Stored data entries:

[Start of section]

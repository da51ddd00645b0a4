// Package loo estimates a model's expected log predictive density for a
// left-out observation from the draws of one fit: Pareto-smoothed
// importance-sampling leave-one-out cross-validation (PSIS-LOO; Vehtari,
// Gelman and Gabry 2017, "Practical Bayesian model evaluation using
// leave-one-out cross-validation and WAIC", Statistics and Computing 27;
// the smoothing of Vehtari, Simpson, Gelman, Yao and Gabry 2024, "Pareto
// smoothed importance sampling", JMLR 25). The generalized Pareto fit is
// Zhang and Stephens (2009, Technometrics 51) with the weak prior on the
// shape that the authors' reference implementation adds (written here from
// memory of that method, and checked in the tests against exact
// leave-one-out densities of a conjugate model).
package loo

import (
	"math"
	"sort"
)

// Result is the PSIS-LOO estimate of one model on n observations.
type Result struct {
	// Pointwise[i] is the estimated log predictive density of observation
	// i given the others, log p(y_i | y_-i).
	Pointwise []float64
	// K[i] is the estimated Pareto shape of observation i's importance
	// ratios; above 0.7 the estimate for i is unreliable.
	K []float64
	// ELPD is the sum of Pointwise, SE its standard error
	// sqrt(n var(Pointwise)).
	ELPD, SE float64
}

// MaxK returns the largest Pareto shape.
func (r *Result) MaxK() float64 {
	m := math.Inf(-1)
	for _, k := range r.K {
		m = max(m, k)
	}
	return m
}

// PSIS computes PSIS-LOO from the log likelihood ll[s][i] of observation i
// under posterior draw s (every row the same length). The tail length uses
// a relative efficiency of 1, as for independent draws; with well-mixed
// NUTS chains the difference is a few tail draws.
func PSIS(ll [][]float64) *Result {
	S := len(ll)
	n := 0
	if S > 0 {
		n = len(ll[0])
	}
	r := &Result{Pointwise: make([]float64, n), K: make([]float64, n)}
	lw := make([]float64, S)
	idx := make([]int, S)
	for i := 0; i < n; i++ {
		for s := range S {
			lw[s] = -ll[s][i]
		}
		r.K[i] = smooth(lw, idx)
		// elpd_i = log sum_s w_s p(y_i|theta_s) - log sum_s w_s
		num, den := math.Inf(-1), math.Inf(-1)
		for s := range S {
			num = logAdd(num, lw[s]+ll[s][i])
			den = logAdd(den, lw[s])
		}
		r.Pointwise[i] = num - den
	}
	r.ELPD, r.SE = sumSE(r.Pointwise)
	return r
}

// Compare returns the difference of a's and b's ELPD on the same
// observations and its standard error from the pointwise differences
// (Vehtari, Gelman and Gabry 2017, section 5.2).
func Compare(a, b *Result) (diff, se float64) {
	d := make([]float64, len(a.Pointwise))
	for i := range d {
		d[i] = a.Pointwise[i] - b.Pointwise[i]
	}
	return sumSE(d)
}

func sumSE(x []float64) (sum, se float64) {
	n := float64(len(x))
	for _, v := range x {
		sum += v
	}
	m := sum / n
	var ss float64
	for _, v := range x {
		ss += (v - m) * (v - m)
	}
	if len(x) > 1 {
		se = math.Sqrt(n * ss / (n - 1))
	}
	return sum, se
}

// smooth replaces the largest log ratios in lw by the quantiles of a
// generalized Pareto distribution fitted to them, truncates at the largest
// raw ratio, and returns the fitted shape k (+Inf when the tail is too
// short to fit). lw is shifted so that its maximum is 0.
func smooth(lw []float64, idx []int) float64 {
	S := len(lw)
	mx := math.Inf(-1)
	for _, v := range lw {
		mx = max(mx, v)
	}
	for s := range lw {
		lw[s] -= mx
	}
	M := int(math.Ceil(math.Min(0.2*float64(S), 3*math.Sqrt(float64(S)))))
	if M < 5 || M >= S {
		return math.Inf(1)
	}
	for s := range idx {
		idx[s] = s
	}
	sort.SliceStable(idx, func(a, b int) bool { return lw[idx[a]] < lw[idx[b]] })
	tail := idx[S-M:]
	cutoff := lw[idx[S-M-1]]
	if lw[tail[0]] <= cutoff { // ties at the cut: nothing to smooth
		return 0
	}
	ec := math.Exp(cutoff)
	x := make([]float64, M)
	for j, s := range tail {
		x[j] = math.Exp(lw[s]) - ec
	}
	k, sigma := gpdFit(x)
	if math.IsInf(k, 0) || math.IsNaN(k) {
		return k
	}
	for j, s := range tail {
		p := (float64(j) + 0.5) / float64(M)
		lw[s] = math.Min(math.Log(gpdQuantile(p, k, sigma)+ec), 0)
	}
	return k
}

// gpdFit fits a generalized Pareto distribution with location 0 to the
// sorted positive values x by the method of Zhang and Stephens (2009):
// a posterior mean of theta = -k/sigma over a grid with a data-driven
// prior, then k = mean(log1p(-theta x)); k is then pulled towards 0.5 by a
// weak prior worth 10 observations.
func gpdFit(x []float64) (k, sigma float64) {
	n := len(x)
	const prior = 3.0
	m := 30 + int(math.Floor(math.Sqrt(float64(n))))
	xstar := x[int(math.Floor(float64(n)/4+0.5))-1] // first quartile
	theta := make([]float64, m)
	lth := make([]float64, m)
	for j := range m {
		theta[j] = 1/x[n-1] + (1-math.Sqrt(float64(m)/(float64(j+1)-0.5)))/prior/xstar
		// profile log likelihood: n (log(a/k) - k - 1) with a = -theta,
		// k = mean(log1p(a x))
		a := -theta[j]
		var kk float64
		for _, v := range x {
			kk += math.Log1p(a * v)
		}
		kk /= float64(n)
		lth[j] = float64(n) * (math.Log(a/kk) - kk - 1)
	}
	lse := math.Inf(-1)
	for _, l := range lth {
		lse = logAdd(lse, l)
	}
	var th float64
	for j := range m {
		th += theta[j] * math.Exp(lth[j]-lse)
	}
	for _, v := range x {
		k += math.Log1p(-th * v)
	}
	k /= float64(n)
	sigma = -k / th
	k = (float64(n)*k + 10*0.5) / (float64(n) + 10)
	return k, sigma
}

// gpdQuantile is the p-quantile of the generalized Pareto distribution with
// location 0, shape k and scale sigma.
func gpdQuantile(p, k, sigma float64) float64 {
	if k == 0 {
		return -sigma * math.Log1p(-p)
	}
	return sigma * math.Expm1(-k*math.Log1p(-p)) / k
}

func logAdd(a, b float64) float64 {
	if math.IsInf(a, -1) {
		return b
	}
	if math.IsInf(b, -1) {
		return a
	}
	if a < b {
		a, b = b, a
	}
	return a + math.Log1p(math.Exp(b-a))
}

[End of section]

Assignment:
The output should be exactly the lines above from the line containing "i is unreliable." to the line containing "func PSIS(ll [][]float64)", inclusive, with no other lines.

Answer to this problem:
	// ratios; above 0.7 the estimate for i is unreliable.
	K []float64
	// ELPD is the sum of Pointwise, SE its standard error
	// sqrt(n var(Pointwise)).
	ELPD, SE float64
}

// MaxK returns the largest Pareto shape.
func (r *Result) MaxK() float64 {
	m := math.Inf(-1)
	for _, k := range r.K {
		m = max(m, k)
	}
	return m
}

// PSIS computes PSIS-LOO from the log likelihood ll[s][i] of observation i
// under posterior draw s (every row the same length). The tail length uses
// a relative efficiency of 1, as for independent draws; with well-mixed
// NUTS chains the difference is a few tail draws.
func PSIS(ll [][]float64) *Result {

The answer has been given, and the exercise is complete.